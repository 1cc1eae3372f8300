import { closeSync, openSync, readFileSync, renameSync } from "node:fs";
import { join } from "node:path";
import { setTimeout as wait } from "node:timers/promises";
import { root } from "./paths.mjs";
import { listensOn } from "./proc.mjs";
import { launch } from "./programs.mjs";
import { Trouble } from "./trouble.mjs";

const READY_WITHIN_MS = 60_000;
const LOG_LINES = 15;

/**
 * Starts the built server and waits until it says that it is well.
 *
 * @param {object} options
 * @param {number} options.port
 * @param {NodeJS.ProcessEnv} options.env with DATABASE_URL
 * @param {string} options.keptIn the folder of this run: a later run finds the process by it, if this one is killed
 * @param {string} options.log the file it writes to
 * @param {string} [options.program] another script than the built server
 * @returns {Promise<import("./programs.mjs").Program>}
 * @throws {Trouble} with the last lines of its log, as soon as it ends by itself, or after a minute
 */
export async function startServer({ port, env, keptIn, log, program = join(root, "dist/server/main.js") }) {
  keepEarlierLog(log);
  const file = openSync(log, "w", 0o600);
  const server = launch(process.execPath, ["--enable-source-maps", program, `--kept-in=${keptIn}`], {
    cwd: root,
    env: { ...env, PORT: String(port) },
    output: file,
  });
  closeSync(file);
  const until = performance.now() + READY_WITHIN_MS;
  let trouble = "did not get ready within a minute";
  while (performance.now() < until) {
    if (!server.isRunning()) {
      trouble = "ended instead of starting";
      break;
    }
    // Another program's answer on this port must not pass for ours.
    if (listensOn(server.pid, port) && (await isWell(port))) return server;
    await wait(40);
  }
  await server.stop();
  throw new Trouble(`The server ${trouble}. Its log (${log}) says last:`, lastLines(log));
}

/** @param {number} port */
async function isWell(port) {
  try {
    const response = await fetch(`http://127.0.0.1:${port}/healthz`, { signal: AbortSignal.timeout(2000) });
    return response.status === 200;
  } catch {
    return false;
  }
}

/** @param {string} log */
function keepEarlierLog(log) {
  try {
    renameSync(log, `${log}.earlier`);
  } catch {
    // There is none.
  }
}

/** @param {string} log */
function lastLines(log) {
  return readFileSync(log, "utf8").trimEnd().split("\n").slice(-LOG_LINES);
}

-=-=-

Could you return, word for word, only the lines running from the first line of the material above to the line that contains "options.env with DATABASE_URL", inclusive?

repository 1cc1eae3372f8300
import { closeSync, openSync, readFileSync, renameSync } from "node:fs";
import { join } from "node:path";
import { setTimeout as wait } from "node:timers/promises";
import { root } from "./paths.mjs";
import { listensOn } from "./proc.mjs";
import { launch } from "./programs.mjs";
import { Trouble } from "./trouble.mjs";

const READY_WITHIN_MS = 60_000;
const LOG_LINES = 15;

/**
 * Starts the built server and waits until it says that it is well.
 *
 * @param {object} options
 * @param {number} options.port
 * @param {NodeJS.ProcessEnv} options.env with DATABASE_URL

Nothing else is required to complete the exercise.